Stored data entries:
************
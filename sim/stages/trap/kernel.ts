// Ideal 3D RF (Paul) trap: ring at U + V cos θ, end caps grounded (DESIGN.md convention).
// Φ = (U + V cos θ)(r² − 2z'²)/d² with d² = r0² + 2z0² and z' measured from the trap centre, so
//   ẍ = −g x,  ÿ = −g y,  z̈' = +2g z',   g(t) = 2q(U + V(t) cos θ)/(m d²)
// (March & Todd, Quadrupole Ion Trap Mass Spectrometry, 2005, ch. 2). V(t) may ramp linearly
// (mass-selective instability scan). Electrodes: ring r² − 2z'² = r0², end caps 2z'² − r² = 2z0²;
// an ion crossing an end cap within its hole radius leaves the trap. RK4 as in quadrupole.ts.
// A supplementary dipolar AC between the end caps (resonance ejection) adds the uniform-field
// approximation E_z = A cos(ω_aux t + φ)/(2 z0) (the field between the caps at the centre, without
// the geometry factor of real hyperbolic caps; March & Todd 2005, ch. 3); its phase advances by a
// rotation per half step, so no Math.cos runs per step.

import type { TrapStage } from './stage.js';
import { Exit, observe, stepsToWatch, storeCursor, type ExitCode, type IonCursor, type StepContext, type HardSphereKernel } from '../../core/cursor.js';
import { phaseTable } from '../../core/phase-table.js';


export function trackTrap(st: TrapStage, c: IonCursor, ctx: StepContext, stepsPerCycle: number): ExitCode {
  const omega = 2 * Math.PI * st.rf.frequency;
  const h = 1 / st.rf.frequency / stepsPerCycle;
  const tab = phaseTable(stepsPerCycle);
  const cosT = tab.cos, sinT = tab.sin;
  const jEnd = 2 * stepsPerCycle;
  const d2 = st.r0 * st.r0 + 2 * st.z0 * st.z0;
  const k = (2 * c.q) / (c.m * d2);
  const kU = k * st.dc;
  const kV0 = k * st.rf.amplitude;
  const ramp = st.rf.ramp;
  const kRate = ramp ? (k * (ramp.to - st.rf.amplitude)) / ramp.over : 0;
  const tRampEnd = ramp ? ramp.over : Infinity;
  const kVto = ramp ? k * ramp.to : kV0;
  const zc = 0.5 * (st.zStart + st.zEnd);
  const r0sq = st.r0 * st.r0, z0sq2 = 2 * st.z0 * st.z0, ap2 = st.aperture * st.aperture;
  // Outside the end caps (the stage may be longer than 2·z0): field-free up to the cap plane.
  {
    const zr = c.z - zc, r2 = c.x * c.x + c.y * c.y;
    if (2 * zr * zr - r2 >= z0sq2) {
      const inward = zr * c.vz < 0;
      const zb = inward ? (zr < 0 ? -st.z0 : st.z0) : c.vz > 0 ? st.zEnd - zc : st.zStart - zc;
      const dt = c.vz !== 0 ? (zb - zr) / c.vz : Infinity;
      if (!(c.t + dt <= ctx.maxTime)) {
        const rem = ctx.maxTime - c.t;
        storeCursor(c, ctx.maxTime, c.x + c.vx * rem, c.y + c.vy * rem, c.z + c.vz * rem, c.vx, c.vy, c.vz, 1);
        return Exit.time;
      }
      storeCursor(c, c.t + dt, c.x + c.vx * dt, c.y + c.vy * dt, zb + zc, c.vx, c.vy, c.vz, 1);
      if (!inward) return c.vz > 0 ? Exit.forward : Exit.backward;
      if (c.x * c.x + c.y * c.y >= ap2) return Exit.hit;
    }
  }
  const tEntry = c.t;
  const psi = omega * (tEntry + c.tau) + st.rf.phase;
  const cp = Math.cos(psi), sp = Math.sin(psi);
  const gas = ctx.gas;
  // Hard-sphere gas through its kernel pieces (sim/gas/hardsphere.ts): the ion's optical depth,
  // speed bound and majorant rate stay in locals, and the kernel runs only when a candidate
  // collision is due or the speed outgrows its bound — bit-identical to calling the plain step.
  const hk = ctx.hardSphere ?? null;
  // dstep: optical depth used per full step (majorant rate × h).
  let depth = 0, lim = 0, dstep = 0;
  if (hk !== null) { hk.enter(ctx.batch, c.slot); depth = hk.depth; lim = hk.limit2; dstep = hk.rate * h; }

  let x = c.x, y = c.y, z = c.z - zc, vx = c.vx, vy = c.vy, vz = c.vz;
  const span = ctx.maxTime - tEntry;
  const full = Math.max(0, Math.floor(span / h));
  let j = 0;
  let n = 0;
  let hs = h;
  // Supplementary AC: (ca, sa) = cos, sin of its phase at the start of the current step.
  const aux = st.aux;
  const kA = aux ? (c.q * aux.amplitude) / (2 * st.z0 * c.m) : 0;
  const wA = aux ? 2 * Math.PI * aux.frequency : 0;
  const cd = Math.cos(0.5 * wA * h), sd = Math.sin(0.5 * wA * h);
  let ca = aux ? Math.cos(wA * tEntry + aux.phase) : 0, sa = aux ? Math.sin(wA * tEntry + aux.phase) : 0;
  let f0 = 0, f1 = 0, f2 = 0;
  let span0 = stepsToWatch(c, ctx, h);
  let watchIn = span0;
  for (;;) {
    const last = n === full;
    let g0: number, g1: number, g2: number;
    const t0 = tEntry + n * h;
    if (last) {
      hs = span - full * h;
      if (!(hs > 0)) break;
      const th = omega * (t0 + c.tau) + st.rf.phase;
      g0 = kU + vAt(t0) * Math.cos(th);
      g1 = kU + vAt(t0 + 0.5 * hs) * Math.cos(th + 0.5 * omega * hs);
      g2 = kU + vAt(t0 + hs) * Math.cos(th + omega * hs);
    } else if (ramp === undefined) {
      g0 = kU + kV0 * (cosT[j] * cp - sinT[j] * sp);
      g1 = kU + kV0 * (cosT[j + 1] * cp - sinT[j + 1] * sp);
      g2 = kU + kV0 * (cosT[j + 2] * cp - sinT[j + 2] * sp);
    } else {
      g0 = kU + vAt(t0) * (cosT[j] * cp - sinT[j] * sp);
      g1 = kU + vAt(t0 + 0.5 * h) * (cosT[j + 1] * cp - sinT[j + 1] * sp);
      g2 = kU + vAt(t0 + h) * (cosT[j + 2] * cp - sinT[j + 2] * sp);
    }
    if (aux) {
      if (last) {
        const ph = wA * t0 + aux.phase;
        f0 = kA * Math.cos(ph); f1 = kA * Math.cos(ph + 0.5 * wA * hs); f2 = kA * Math.cos(ph + wA * hs);
      } else {
        const c1 = ca * cd - sa * sd, s1 = sa * cd + ca * sd;
        const c2 = c1 * cd - s1 * sd, s2 = s1 * cd + c1 * sd;
        f0 = kA * ca; f1 = kA * c1; f2 = kA * c2;
        ca = c2; sa = s2;
      }
    }
    const hh = 0.5 * hs, h6 = hs / 6;
    const ax1 = -g0 * x;
    const x2 = x + hh * vx, vx2 = vx + hh * ax1, ax2 = -g1 * x2;
    const x3 = x + hh * vx2, vx3 = vx + hh * ax2, ax3 = -g1 * x3;
    const x4 = x + hs * vx3, vx4 = vx + hs * ax3, ax4 = -g2 * x4;
    x += h6 * (vx + 2 * vx2 + 2 * vx3 + vx4);
    vx += h6 * (ax1 + 2 * ax2 + 2 * ax3 + ax4);
    const ay1 = -g0 * y;
    const y2 = y + hh * vy, vy2 = vy + hh * ay1, ay2 = -g1 * y2;
    const y3 = y + hh * vy2, vy3 = vy + hh * ay2, ay3 = -g1 * y3;
    const y4 = y + hs * vy3, vy4 = vy + hs * ay3, ay4 = -g2 * y4;
    y += h6 * (vy + 2 * vy2 + 2 * vy3 + vy4);
    vy += h6 * (ay1 + 2 * ay2 + 2 * ay3 + ay4);
    const az1 = 2 * g0 * z + f0;
    const z2 = z + hh * vz, vz2 = vz + hh * az1, az2 = 2 * g1 * z2 + f1;
    const z3 = z + hh * vz2, vz3 = vz + hh * az2, az3 = 2 * g1 * z3 + f1;
    const z4 = z + hs * vz3, vz4 = vz + hs * az3, az4 = 2 * g2 * z4 + f2;
    z += h6 * (vz + 2 * vz2 + 2 * vz3 + vz4);
    vz += h6 * (az1 + 2 * az2 + 2 * az3 + az4);
    const t1 = t0 + hs;
    n++;
    j += 2;
    if (j === jEnd) j = 0;
    const r2 = x * x + y * y, zz2 = 2 * z * z;
    if (r2 - zz2 >= r0sq) { storeCursor(c, t1, x, y, z + zc, vx, vy, vz, n); return leave(hk, ctx, c, depth, Exit.hit); }
    if (zz2 - r2 >= z0sq2) {
      if (r2 >= ap2) { storeCursor(c, t1, x, y, z + zc, vx, vy, vz, n); return leave(hk, ctx, c, depth, Exit.hit); }
      // Through the end-cap hole: field-free from here to the stage boundary.
      const zb = vz > 0 ? st.zEnd - zc : st.zStart - zc;
      const dt = vz !== 0 ? (zb - z) / vz : Infinity;
      if (!(t1 + dt <= ctx.maxTime)) {
        const rem = ctx.maxTime - t1;
        storeCursor(c, ctx.maxTime, x + vx * rem, y + vy * rem, z + zc + vz * rem, vx, vy, vz, n);
        return leave(hk, ctx, c, depth, Exit.time);
      }
      storeCursor(c, t1 + dt, x + vx * dt, y + vy * dt, zb + zc, vx, vy, vz, n);
      return vz > 0 ? Exit.forward : Exit.backward;
    }
    if (last) { storeCursor(c, t1, x, y, z + zc, vx, vy, vz, n); return leave(hk, ctx, c, depth, Exit.time); }
    if (--watchIn <= 0) {
      storeCursor(c, t1, x, y, z + zc, vx, vy, vz, 0);
      observe(c, ctx, span0);
      watchIn = span0 = stepsToWatch(c, ctx, h);
    }
    if (hk !== null) {
      const v2 = vx * vx + vy * vy + vz * vz, d = depth - dstep;
      if (v2 <= lim && d > 0) depth = d;
      else {
        const b = ctx.batch, i = c.slot;
        b.vx[i] = vx; b.vy[i] = vy; b.vz[i] = vz;
        hk.collide(b, i, h, depth);
        depth = hk.depth; lim = hk.limit2; dstep = hk.rate * h;
        vx = b.vx[i]; vy = b.vy[i]; vz = b.vz[i];
      }
    } else if (gas !== null) {
      const b = ctx.batch, i = c.slot;
      b.vx[i] = vx; b.vy[i] = vy; b.vz[i] = vz;
      gas(b, i, h);
      vx = b.vx[i]; vy = b.vy[i]; vz = b.vz[i];
    }
  }
  storeCursor(c, tEntry + n * h, x, y, z + zc, vx, vy, vz, n);
  return leave(hk, ctx, c, depth, Exit.time);

  function vAt(t: number): number {
    return t >= tRampEnd ? kVto : kV0 + kRate * t;
  }
}


/**
 * Hand the hard-sphere optical depth back to the gas kernel as the ion leaves. A plain function,
 * not a closure: a local captured by a closure would live on the heap and slow every step.
 */
function leave(hk: HardSphereKernel | null, ctx: StepContext, c: IonCursor, depth: number, code: ExitCode): ExitCode {
  if (hk !== null) hk.leave(ctx.batch, c.slot, depth);
  return code;
}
************
The first line of the entries, the line with "const h = 1", and every line between them should be retyped exactly, and nothing else.

filename sim/stages/trap/kernel.ts
// Ideal 3D RF (Paul) trap: ring at U + V cos θ, end caps grounded (DESIGN.md convention).
// Φ = (U + V cos θ)(r² − 2z'²)/d² with d² = r0² + 2z0² and z' measured from the trap centre, so
//   ẍ = −g x,  ÿ = −g y,  z̈' = +2g z',   g(t) = 2q(U + V(t) cos θ)/(m d²)
// (March & Todd, Quadrupole Ion Trap Mass Spectrometry, 2005, ch. 2). V(t) may ramp linearly
// (mass-selective instability scan). Electrodes: ring r² − 2z'² = r0², end caps 2z'² − r² = 2z0²;
// an ion crossing an end cap within its hole radius leaves the trap. RK4 as in quadrupole.ts.
// A supplementary dipolar AC between the end caps (resonance ejection) adds the uniform-field
// approximation E_z = A cos(ω_aux t + φ)/(2 z0) (the field between the caps at the centre, without
// the geometry factor of real hyperbolic caps; March & Todd 2005, ch. 3); its phase advances by a
// rotation per half step, so no Math.cos runs per step.

import type { TrapStage } from './stage.js';
import { Exit, observe, stepsToWatch, storeCursor, type ExitCode, type IonCursor, type StepContext, type HardSphereKernel } from '../../core/cursor.js';
import { phaseTable } from '../../core/phase-table.js';


export function trackTrap(st: TrapStage, c: IonCursor, ctx: StepContext, stepsPerCycle: number): ExitCode {
  const omega = 2 * Math.PI * st.rf.frequency;
  const h = 1 / st.rf.frequency / stepsPerCycle;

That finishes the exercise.